Les doigts de mon partenaire cherchent ma peau en passant la barrière de mon tee-shirt. Ses mains glissent sur mon ventre, remontent mon torse et viennent finalement se refermer sur mes hanches en une rude pression.
— J'ai le droit à quoi, ce soir ? s'informe-t-il en un soupir.
— Qu'est-ce que tu veux ?
— Tu le sais, souffle-t-il en déposant ses lèvres sous mon oreille. Tu me l'accordes ?
— Hors de question ! me braqué-je en pivotant afin de brusquement le repousser. Ta bouche ne m'approche pas !
Rayan se laisse aller contre la cloison, ses cheveux châtains retombent négligemment sur son front alors qu'il mordille l'intérieur de sa joue.
— Pourtant, quand je te suce, elle ne te pose aucun problème, me nargue-t-il.
— C'est non !
— Dis-moi pourquoi tu refuses que je t'embrasse et peut-être que j'accepterais de te donner ce que tu veux.

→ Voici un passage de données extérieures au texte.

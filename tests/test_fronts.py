"""Bi-objective front tracing on problems with analytic Pareto fronts."""

import numpy as np
import pytest

from chiropt.errors import InputError
from chiropt.search.fronts import Scalarized, epsilon_constraint, weighted_sum
from chiropt.problem import VectorEvaluation


class Schaffer:
    """Schaffer 1985 (problem N.1): f1 = x^2, f2 = (x - 2)^2; front for x in [0, 2]."""

    senses = ("min", "min")
    n_objectives = 2
    n_constraints = 0

    def __init__(self, flip=False):
        self.lower, self.upper = np.array([-5.0]), np.array([5.0])
        self.flip = flip  # maximize -f instead of minimizing f
        if flip:
            self.senses = ("max", "max")

    def evaluate(self, x, need_grad):
        s = -1.0 if self.flip else 1.0
        f = s * np.array([x[0] ** 2, (x[0] - 2) ** 2])
        df = s * np.array([[2 * x[0]], [2 * (x[0] - 2)]]) if need_grad else None
        return VectorEvaluation(f=f, df=df, dg=np.zeros((0, 1)) if need_grad else None)


class ZDT1:
    """Zitzler, Deb & Thiele, Evol. Comput. 8, 173 (2000): front f2 = 1 - sqrt(f1).

    x1 starts at 1e-6 instead of 0: the gradient of f2 is infinite at x1 = 0, and a
    gradient search must not be handed that point (the front is unchanged on [1e-6, 1]).
    """

    senses = ("min", "min")
    n_objectives = 2
    n_constraints = 0

    def __init__(self, n=30):
        self.n = n
        self.lower = np.r_[1e-6, np.zeros(n - 1)]
        self.upper = np.ones(n)

    def evaluate(self, x, need_grad):
        n = self.n
        g = 1 + 9 * np.sum(x[1:]) / (n - 1)
        f1, f2 = x[0], g * (1 - np.sqrt(x[0] / g))  # f2 = g - sqrt(f1 g)
        df = None
        if need_grad:
            dg = np.r_[0.0, np.full(n - 1, 9 / (n - 1))]
            df1 = np.r_[1.0, np.zeros(n - 1)]
            df = np.array([df1, dg - 0.5 * (g * df1 + f1 * dg) / np.sqrt(f1 * g)])
        return VectorEvaluation(f=[f1, f2], df=df, dg=np.zeros((0, n)) if need_grad else None)


class Coinciding:
    """No trade-off: both objectives are optimal at x = 1 (worked by hand)."""

    senses = ("min", "min")
    n_objectives = 2
    n_constraints = 0
    lower, upper = np.array([-3.0]), np.array([3.0])

    def evaluate(self, x, need_grad):
        f = np.array([(x[0] - 1) ** 2, (x[0] - 1) ** 2 + 1])
        df = np.array([[2 * (x[0] - 1)], [2 * (x[0] - 1)]]) if need_grad else None
        return VectorEvaluation(f=f, df=df, dg=np.zeros((0, 1)) if need_grad else None)


class ConstrainedSchaffer(Schaffer):
    """Schaffer's problem with x <= 1.5: the front is cut at f1 = 2.25 (worked by hand)."""

    n_constraints = 1

    def evaluate(self, x, need_grad):
        ev = super().evaluate(x, need_grad)
        return VectorEvaluation(f=ev.f, df=ev.df, g=[x[0] - 1.5],
                                dg=np.array([[1.0]]) if need_grad else None)  # fmt: skip


def schaffer_front_error(F):
    # Schaffer 1985: on the front f2 = (sqrt(f1) - 2)^2 with f1 in [0, 4]
    return np.max(np.abs(F[:, 1] - (np.sqrt(F[:, 0]) - 2) ** 2))


@pytest.mark.parametrize("algorithm", ["SLSQP", "MMA", "COBYLA"])
def test_epsilon_constraint_on_schaffer(algorithm):
    res = epsilon_constraint(Schaffer(), 9, algorithm=algorithm, x0=[4.0], max_evals=500)
    assert [p.label for p in res.points[:2]] == ["anchor-1", "anchor-2"]
    # Schaffer 1985: anchors at x = 0 and x = 2; the lexicographic slack (1e-9 on one
    # objective) moves the other by up to 4 sqrt(1e-9) ~ 1.3e-4
    np.testing.assert_allclose(res.points[0].f, [0, 4], atol=2e-4)
    np.testing.assert_allclose(res.points[1].f, [4, 0], atol=2e-4)
    assert res.front.all() and not res.degenerate
    F = res.front_f
    assert schaffer_front_error(F) < 1e-4
    assert np.all((res.front_x >= -1e-6) & (res.front_x <= 2 + 1e-6))
    # the epsilon bounds are active: h2 equals its bound at every sweep point
    h2 = np.array([(p.f[1] - res.ideal[1]) / (res.nadir[1] - res.ideal[1]) for p in res.points[2:]])
    np.testing.assert_allclose(h2, [p.parameter for p in res.points[2:]], atol=1e-5)


@pytest.mark.parametrize("algorithm", ["SLSQP", "MMA"])
def test_epsilon_constraint_on_zdt1(algorithm):
    res = epsilon_constraint(ZDT1(), 9, algorithm=algorithm, max_evals=3000)
    F = res.front_f
    assert len(F) == 9
    # Zitzler, Deb & Thiele 2000: front f2 = 1 - sqrt(f1)
    assert np.max(np.abs(F[:, 1] - (1 - np.sqrt(F[:, 0])))) < 1e-4
    assert F[:, 0].min() < 1e-5 and F[:, 0].max() > 1 - 1e-5  # anchors span the front


@pytest.mark.parametrize(("problem", "front"), [
    (Schaffer(), lambda F: schaffer_front_error(F)),
    (ZDT1(), lambda F: np.max(np.abs(F[:, 1] - (1 - np.sqrt(F[:, 0]))))),
])  # fmt: skip
def test_weighted_sum_on_convex_fronts(problem, front):
    # Schaffer 1985 and Zitzler, Deb & Thiele 2000: both fronts are convex
    res = weighted_sum(problem, 7, algorithm="SLSQP", max_evals=3000)
    assert front(res.front_f) < 1e-4
    assert len(res.points) == 7


def test_senses_max_gives_the_mirrored_front():
    # Schaffer 1985 with both objectives negated and maximized: the same designs
    res = epsilon_constraint(Schaffer(flip=True), 5, x0=[4.0], max_evals=500)
    assert res.front.all()
    assert schaffer_front_error(-res.front_f) < 1e-4
    np.testing.assert_allclose(res.ideal, [0, 0], atol=1e-8)
    np.testing.assert_allclose(res.nadir, [-4, -4], atol=2e-4)


def test_constraints_cut_the_front():
    # worked by hand: x <= 1.5 limits f1 to 2.25 and f2 to 0.25
    res = epsilon_constraint(ConstrainedSchaffer(), 6, x0=[0.0], max_evals=500)
    assert all(p.feasible for p in res.points)
    F = res.front_f
    assert schaffer_front_error(F) < 1e-4
    assert F[:, 0].max() == pytest.approx(2.25, abs=1e-5)


def test_evaluations_cover_every_search():
    res = epsilon_constraint(Schaffer(), 5, x0=[4.0], max_evals=500)
    ev = res.evaluations
    searches = len(res.points) + 2  # two first-stage anchor searches are listed too
    assert ev["x"].shape[0] == ev["f"].shape[0] == ev["front"].shape[0]
    assert ev["search"].max() == searches - 1
    # common practice, no source: every front evaluation is feasible and on Schaffer's front
    assert ev["front"].any() and np.all(ev["feasible"][ev["front"]])
    assert schaffer_front_error(ev["f"][ev["front"]]) < 1e-8


def test_degenerate_objectives_give_two_anchors():
    res = epsilon_constraint(Coinciding(), 9, x0=[-2.0], max_evals=500)
    assert res.degenerate
    assert len(res.points) == 2
    np.testing.assert_allclose(res.points[0].x, [1.0], atol=1e-5)


def test_scalarized_gradient_matches_finite_differences():
    # common practice, no source: central differences of the bounded scalarization
    s = Scalarized(ZDT1(5), "bounded", 0, 0.4, ideal=[0.1, 0.2], scale=[2.0, 3.0])
    x = np.array([0.3, 0.2, 0.1, 0.4, 0.7])
    ev = s.evaluate(x, True)
    h = 1e-6
    for i in range(x.size):
        e = np.zeros_like(x)
        e[i] = h
        a, b = s.evaluate(x + e, False), s.evaluate(x - e, False)
        assert ev.df[i] == pytest.approx((a.f - b.f) / (2 * h), rel=1e-6, abs=1e-9)
        assert ev.dg[0, i] == pytest.approx((a.g[0] - b.g[0]) / (2 * h), rel=1e-6, abs=1e-9)


@pytest.mark.parametrize(("points", "match"), [(1, "integer >= 2"), (2.5, "integer >= 2")])
def test_bad_point_counts_are_rejected(points, match):
    with pytest.raises(InputError, match=match):
        epsilon_constraint(Schaffer(), points)
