def test_out_of_range_message_names_material_range_and_value():
    with pytest.raises(MaterialRangeError) as info:
        get_material("Si").index(np.array([600.0, 1500.0]))
    msg = str(info.value)
    assert "'Si'" in msg and "main/Si/Green-2008" in msg
    assert "250-1450 nm" in msg
    assert "1500" in msg
    assert isinstance(info.value, InputError) and info.value.key == ""


def test_range_ends_are_inclusive():
    mat = get_material("Si")
    assert np.all(np.isfinite(mat.index(np.array([250.0, 1450.0]))))
    assert not mat.covers(249.9) and mat.covers([250.0, 1000.0])


@pytest.mark.parametrize(
    "spec, suggestion",
    [("Silcon", "Si"), ("silicon", "Si"), ("gold", "Au"), ("MoS2", "MoS2-1L"), ("Tio", "TiO2")],
)
def test_unknown_name_suggests_closest(spec, suggestion):
    with pytest.raises(InputError) as info:
        get_material(spec, key="particles[0].material")
    msg = str(info.value)
    assert f"Did you mean '{suggestion}'" in msg
    assert "shelf/book/page" in msg and "all short names: Si, SiO2" in msg
    assert info.value.key == "particles[0].material"


@pytest.mark.parametrize(
    "spec, message",
    [
        ("main/Si/Green", "closest pages: Green-2008"),
        ("main/Slicon/Green", "no book 'Slicon'"),
        ("mian/Si/Aspnes", "no database shelf 'mian'"),
        ("main/Al2O3/Querry", "not strictly increasing"),  # duplicated wavelengths in the data
        ("main/GaP/Jellison", "negative k"),  # the data contain k < 0
        ({"n": 3.5, "k": -0.1}, "k must be >= 0"),
        ({"n": 0.0}, "must be > 0"),
        ({"n": "3.5"}, "expected a real number"),
        ({"n": 3.5, "table": "a.csv"}, "either a table or n/k"),
        ({"n": 3.5, "kappa": 0}, "unknown key"),
        (3.5, "a material is a name"),
    ],
)
def test_bad_specs_raise_input_error(spec, message):
    with pytest.raises(InputError, match=message):
        get_material(spec)


@pytest.mark.parametrize("wl", [0.0, -5.0, float("nan")])
def test_non_positive_wavelength_is_refused(wl):
    with pytest.raises(InputError, match="positive finite"):
        get_material("SiO2").index(wl)


def test_formula_without_valid_index_raises_computation_error():
    # CS2 (Chemnitz) formula-4 fit turns n^2 negative near its long-wavelength end
    # (found by evaluating every database formula over its range; no outside source)
    with pytest.raises(ComputationError, match="CS2/Chemnitz"):
        get_material("main/CS2/Chemnitz").index(6518.97)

Un sourcil haussé, je le toise pendant un moment, l'étudie afin de trouver cette lueur de plaisanterie dans ses iris bleus. Celle qui se loge dans son regard lorsqu'il cherche à me taquiner, or, à cet instant elle n'apparaît pas.
— Va te faire foutre !
J'amorce un mouvement afin de quitter les toilettes. S'il pense que je vais céder, il se fourre le doigt dans l'œil. Si mon corps a connu des assauts bestiaux et rugissants, ma bouche est un temple que je désire garder à l'abri de toute sorte de profanation. Aucun baiser ne l'a effleurée, aucune queue ne l'a souillée et ce n'est pas aujourd'hui que ça va changer.
La paume de Rayan se referme sur mon bras avant que je n'enclenche la poignée de porte. Il me tire vers l'arrière, me plaque contre son torse alors que son érection se presse contre mes fesses.
— Où penses-tu aller, Fox ? susurre-t-il en déboutonnant mon jean. Nous savons tous les deux que tu as besoin de te faire prendre pour trouver un semblant de paix.
— Ta gueule, connard !
— Je vais te donner ce que tu attends, mais, ne pense pas pouvoir te défiler éternellement. Je finirais par t'avoir. Entièrement.
L'espoir fait vivre, trou du cul !
— Agis plus rapidement, je vais finir par perdre patience.
Son rire s'échoue sur ma joue en même temps qu'un frisson de gêne me traverse l'échine. Il a raison, et ça me bute de l'admettre. J'ai besoin de ça pour oublier, pour m'évader et le pire, c'est que je ne prends même pas mon pied.
Dans un geste brusque, il me baisse le pantalon jusqu'aux genoux tandis que j'entends la fermeture éclair du sien s'ouvrir. Son souffle ricoche sur ma peau, sa respiration se hache alors qu'il m'empoigne fermement. Je serre les dents, clos les paupières et lâche un grognement caverneux lorsqu'il me pénètre sans ménagement. J'encaisse la brûlure de son assaut, la douleur qui me pourfend alors qu'une larme roule sur ma joue.
Il n'y va pas de main morte, c'est désagréable et j'aimerais disparaître, pourtant, je ne lui en veux aucunement. Je suis le seul à blâmer pour les sévices que je m'impose, parce que, j'ai parfaitement conscience que si je lui demandais de s'arrêter, il le ferait sans l'ombre d'une hésitation. Mais je ne le souhaite pas.
L'envie de crever s'immisce en moi, aussi violemment que les coups de boutoir que m'assène Rayan. Elle se glisse dans mes veines, sillonne son chemin tel un poison qui se répand dans mon sang brûlant. Cependant, je n'y succomberais pas, à cette belle envoûtante, vile tentatrice qui me susurre de lâcher prise. Non, je ne la laisserais pas me dominer, pas avant d'avoir retrouver le meurtrier de mon frère.